Les protéines MIFs choisies sont les suivantes :
- MiMIF1 et MiMIF2, de Meloidogyne incognita. Cette espèce est un nématode parasite de plantes, qui provoque des galles racinaires. Son génome est composé d’une duplication complète et de plusieurs duplications partielles. Ainsi, il existe 5 gènes MIF dans le génome de Meloidogyne incognita, mais le gène MiMIF1.2 est identique à MiMIF1 à 99% (donc non testé) et le gène MiMIF2.2 est identique à MiMIF2 à 96% (donc non testé). Le cinquième gène, lui, n’est que partiel. Les deux gènes choisis sont situés sur le même scaffold, à une faible distance génique. Ces deux gènes étant probablement sous le contrôle d’un même promoteur, ils ont également été testés pour leur potentiel effet synergique sur la modulation de la mort cellulaire.
- BxMIF1 et 2, de Bursaphelenchus xylophilus. Cette espèce est aussi un nématode parasite de plantes, ayant pour vecteur de nombreux insectes tels que les longicornes. C’est une espèce invasive, occasionnant d’important dégâts sur les pins notamment en Amérique. En dehors de l’impact écologique de l’espèce, les deux protéines ont aussi été choisies pour leur position dans les reconstructions phylogénétiques. En effet, BxMIF2 groupe avec les MIFs des nématodes parasites de plantes de type Meloidogyne, alors que BxMIF1 groupe avec les MIF des insectes (Figure 17). Il est donc particulièrement intéressant de comparer la potentielle activité sur la mort cellulaire de ces deux protéines. Bursaphelenchus xylophilus possède trois autres protéines MIF, mais celles-ci (BxMIF3 à 5) diffèrent très peu de BxMIF1 et ont la même localisation dans la phylogénie. Elles n’ont donc pas été testées.

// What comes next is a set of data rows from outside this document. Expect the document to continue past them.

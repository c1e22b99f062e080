import { refuse } from '#shared/errors'
import type { Stores } from '../../db/writer'
import { checkPassphrase } from './checkPassphrase'
import { spendToken } from './oneTimeToken'
import { hashPassphrase } from './passphrase'
import { readInvitation } from './readInvitation'

/** Takes an invitation up: the first passphrase, and the account is active. The link is good once. */
export async function acceptInvitation({ read, write }: Stores, { token, passphrase }: { token: string, passphrase: string }, now: number): Promise<{ email: string }> {
  const invited = await readInvitation(read, token, now)
  checkPassphrase(passphrase, [invited.email, invited.name])
  const argon2id = await hashPassphrase(passphrase)
  await write(async (trx) => {
    await spendToken(trx, { purpose: 'invite', token, now })
    const changed = await trx.updateTable('person').set({ state: 'active' }).where('id', '=', invited.personId).where('state', '=', 'invited').executeTakeFirst()
    if (changed.numUpdatedRows === 0n) refuse('token_invalid')
    await trx.insertInto('credential').values({ person_id: invited.personId, argon2id, changed_at: now }).onConflict(conflict => conflict.column('person_id').doUpdateSet({ argon2id, changed_at: now })).execute()
  })
  return { email: invited.email }
}
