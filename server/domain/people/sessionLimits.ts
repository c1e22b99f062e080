export interface SessionLimits { idleMs: number, longestMs: number }

/** How long a session lasts without being used, and at most: SESSION_IDLE_HOURS (8) and SESSION_HOURS (12). */
export function sessionLimits(env: NodeJS.ProcessEnv = process.env): SessionLimits {
  return { idleMs: hoursOf(env.SESSION_IDLE_HOURS, 8), longestMs: hoursOf(env.SESSION_HOURS, 12) }
}

function hoursOf(text: string | undefined, otherwise: number): number {
  const hours = text === undefined || text === '' ? otherwise : Number(text)
  if (!(hours > 0) || hours > 24 * 366) throw new Error(`"${text}" is not a number of hours.`)
  return hours * 3_600_000
}
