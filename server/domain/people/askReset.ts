import { refuse } from '#shared/errors'
import type { Stores } from '../../db/writer'
import { enqueueJob } from '../jobs/enqueueJob'
import { normalEmail } from './normalEmail'
import type { SignInLimits } from './signInLimits'

/**
 * Takes down that somebody asked for a new passphrase. Whether there is such an account is looked up afterwards (`sendReset`):
 * the asker is answered alike, in the same time, whatever it is.
 */
export async function askReset({ write }: Stores, limits: SignInLimits, { email, address }: { email: string, address: string }, now: number): Promise<void> {
  const account = normalEmail(email)
  const { waitS, isOneTooMany } = await limits.askReset({ account, address })
  if (waitS !== null) refuse('too_many_requests', { seconds: waitS })
  await write(trx => enqueueJob(trx, { kind: 'passphrase_reset', payload: { email: isOneTooMany ? '' : account }, now }))
}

- WbMIF1 de Wuchereria bancrofti, un nématode parasite qui provoque la filariose de Bancroft chez l’homme. Ce parasite provoque un épaississement de la peau et une hypertrophie des tissus cutanés due à l’obstruction progressive de la circulation lymphatique [177]. Cette pathologie peut conduire au développement d’un éléphantiasis (pachydermie d’aspect monstrueuse due à l’hypertrophie marquée de tissus cutanés) et au développement parallèle d’infections bactériennes (streptocoques, …) dues aux nombreuses lésions cutanées. Les MIFs de cette espèce sont sécrétées au cours de l’infection par le parasite et sont nécessaires à la manipulation de l’immunité de l’hôte vertébrés par le parasite [11, 116, 175].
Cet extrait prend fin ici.